# YOUR ASSIGNMENT
The exercise calls for every entry that follows to be repeated exactly.

== SUPPLIED INFORMATION

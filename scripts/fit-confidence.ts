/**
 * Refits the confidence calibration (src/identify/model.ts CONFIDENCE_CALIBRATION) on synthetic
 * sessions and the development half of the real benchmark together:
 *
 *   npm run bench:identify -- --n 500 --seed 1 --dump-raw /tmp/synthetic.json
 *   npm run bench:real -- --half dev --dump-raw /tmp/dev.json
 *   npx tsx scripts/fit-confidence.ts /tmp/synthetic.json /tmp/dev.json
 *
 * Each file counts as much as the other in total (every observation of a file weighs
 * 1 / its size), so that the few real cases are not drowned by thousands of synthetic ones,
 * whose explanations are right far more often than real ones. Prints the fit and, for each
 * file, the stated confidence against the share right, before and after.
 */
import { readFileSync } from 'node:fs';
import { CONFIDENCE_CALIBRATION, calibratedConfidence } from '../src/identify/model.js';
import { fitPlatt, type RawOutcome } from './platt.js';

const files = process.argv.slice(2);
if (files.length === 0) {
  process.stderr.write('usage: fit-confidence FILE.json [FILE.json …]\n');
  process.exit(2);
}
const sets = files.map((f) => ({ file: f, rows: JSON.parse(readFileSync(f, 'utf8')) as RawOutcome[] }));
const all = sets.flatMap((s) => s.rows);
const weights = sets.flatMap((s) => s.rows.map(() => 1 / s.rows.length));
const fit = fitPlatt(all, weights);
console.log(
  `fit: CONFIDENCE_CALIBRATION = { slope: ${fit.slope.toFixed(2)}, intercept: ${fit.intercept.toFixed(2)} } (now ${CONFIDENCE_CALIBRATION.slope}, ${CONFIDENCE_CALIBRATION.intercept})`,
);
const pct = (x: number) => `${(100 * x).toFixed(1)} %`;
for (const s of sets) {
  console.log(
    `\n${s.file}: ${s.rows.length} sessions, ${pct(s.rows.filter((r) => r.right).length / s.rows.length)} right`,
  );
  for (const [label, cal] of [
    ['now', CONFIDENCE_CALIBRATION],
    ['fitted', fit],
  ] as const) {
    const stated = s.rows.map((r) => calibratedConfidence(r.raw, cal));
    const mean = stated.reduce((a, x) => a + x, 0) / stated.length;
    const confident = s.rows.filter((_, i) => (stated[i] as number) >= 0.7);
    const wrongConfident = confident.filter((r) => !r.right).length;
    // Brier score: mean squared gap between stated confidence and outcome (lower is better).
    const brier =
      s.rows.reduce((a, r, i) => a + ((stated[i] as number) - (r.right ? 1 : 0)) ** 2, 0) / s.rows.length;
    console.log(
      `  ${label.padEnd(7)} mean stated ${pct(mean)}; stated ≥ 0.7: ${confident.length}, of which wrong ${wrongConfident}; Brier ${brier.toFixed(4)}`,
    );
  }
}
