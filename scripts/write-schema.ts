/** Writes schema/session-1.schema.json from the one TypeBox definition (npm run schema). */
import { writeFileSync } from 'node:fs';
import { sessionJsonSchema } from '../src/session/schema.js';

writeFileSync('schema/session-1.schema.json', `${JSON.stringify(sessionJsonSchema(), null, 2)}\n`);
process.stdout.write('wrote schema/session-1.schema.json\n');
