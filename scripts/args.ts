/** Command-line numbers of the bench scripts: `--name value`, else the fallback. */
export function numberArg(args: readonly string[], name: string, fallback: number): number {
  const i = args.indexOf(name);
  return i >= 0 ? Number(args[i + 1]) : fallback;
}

====

# TASK OUTPUT
filename scripts/fit-confidence.ts
/**
 * Refits the confidence calibration (src/identify/model.ts CONFIDENCE_CALIBRATION) on synthetic
 * sessions and the development half of the real benchmark together:
 *
 *   npm run bench:identify -- --n 500 --seed 1 --dump-raw /tmp/synthetic.json
 *   npm run bench:real -- --half dev --dump-raw /tmp/dev.json
 *   npx tsx scripts/fit-confidence.ts /tmp/synthetic.json /tmp/dev.json
 *
 * Each file counts as much as the other in total (every observation of a file weighs
 * 1 / its size), so that the few real cases are not drowned by thousands of synthetic ones,
 * whose explanations are right far more often than real ones. Prints the fit and, for each
 * file, the stated confidence against the share right, before and after.
 */
import { readFileSync } from 'node:fs';
import { CONFIDENCE_CALIBRATION, calibratedConfidence } from '../src/identify/model.js';
import { fitPlatt, type RawOutcome } from './platt.js';

const files = process.argv.slice(2);
if (files.length === 0) {
  process.stderr.write('usage: fit-confidence FILE.json [FILE.json …]\n');
  process.exit(2);
}
const sets = files.map((f) => ({ file: f, rows: JSON.parse(readFileSync(f, 'utf8')) as RawOutcome[] }));
const all = sets.flatMap((s) => s.rows);
const weights = sets.flatMap((s) => s.rows.map(() => 1 / s.rows.length));
const fit = fitPlatt(all, weights);
console.log(
  `fit: CONFIDENCE_CALIBRATION = { slope: ${fit.slope.toFixed(2)}, intercept: ${fit.intercept.toFixed(2)} } (now ${CONFIDENCE_CALIBRATION.slope}, ${CONFIDENCE_CALIBRATION.intercept})`,
);
const pct = (x: number) => `${(100 * x).toFixed(1)} %`;
for (const s of sets) {
  console.log(
    `\n${s.file}: ${s.rows.length} sessions, ${pct(s.rows.filter((r) => r.right).length / s.rows.length)} right`,
  );
  for (const [label, cal] of [
    ['now', CONFIDENCE_CALIBRATION],
    ['fitted', fit],
  ] as const) {
    const stated = s.rows.map((r) => calibratedConfidence(r.raw, cal));
    const mean = stated.reduce((a, x) => a + x, 0) / stated.length;
    const confident = s.rows.filter((_, i) => (stated[i] as number) >= 0.7);
    const wrongConfident = confident.filter((r) => !r.right).length;
    // Brier score: mean squared gap between stated confidence and outcome (lower is better).
    const brier =
      s.rows.reduce((a, r, i) => a + ((stated[i] as number) - (r.right ? 1 : 0)) ** 2, 0) / s.rows.length;
    console.log(
      `  ${label.padEnd(7)} mean stated ${pct(mean)}; stated ≥ 0.7: ${confident.length}, of which wrong ${wrongConfident}; Brier ${brier.toFixed(4)}`,
    );
  }
}
filename scripts/write-schema.ts
/** Writes schema/session-1.schema.json from the one TypeBox definition (npm run schema). */
import { writeFileSync } from 'node:fs';
import { sessionJsonSchema } from '../src/session/schema.js';

writeFileSync('schema/session-1.schema.json', `${JSON.stringify(sessionJsonSchema(), null, 2)}\n`);
process.stdout.write('wrote schema/session-1.schema.json\n');
filename scripts/args.ts
/** Command-line numbers of the bench scripts: `--name value`, else the fallback. */
export function numberArg(args: readonly string[], name: string, fallback: number): number {
  const i = args.indexOf(name);
  return i >= 0 ? Number(args[i + 1]) : fallback;
}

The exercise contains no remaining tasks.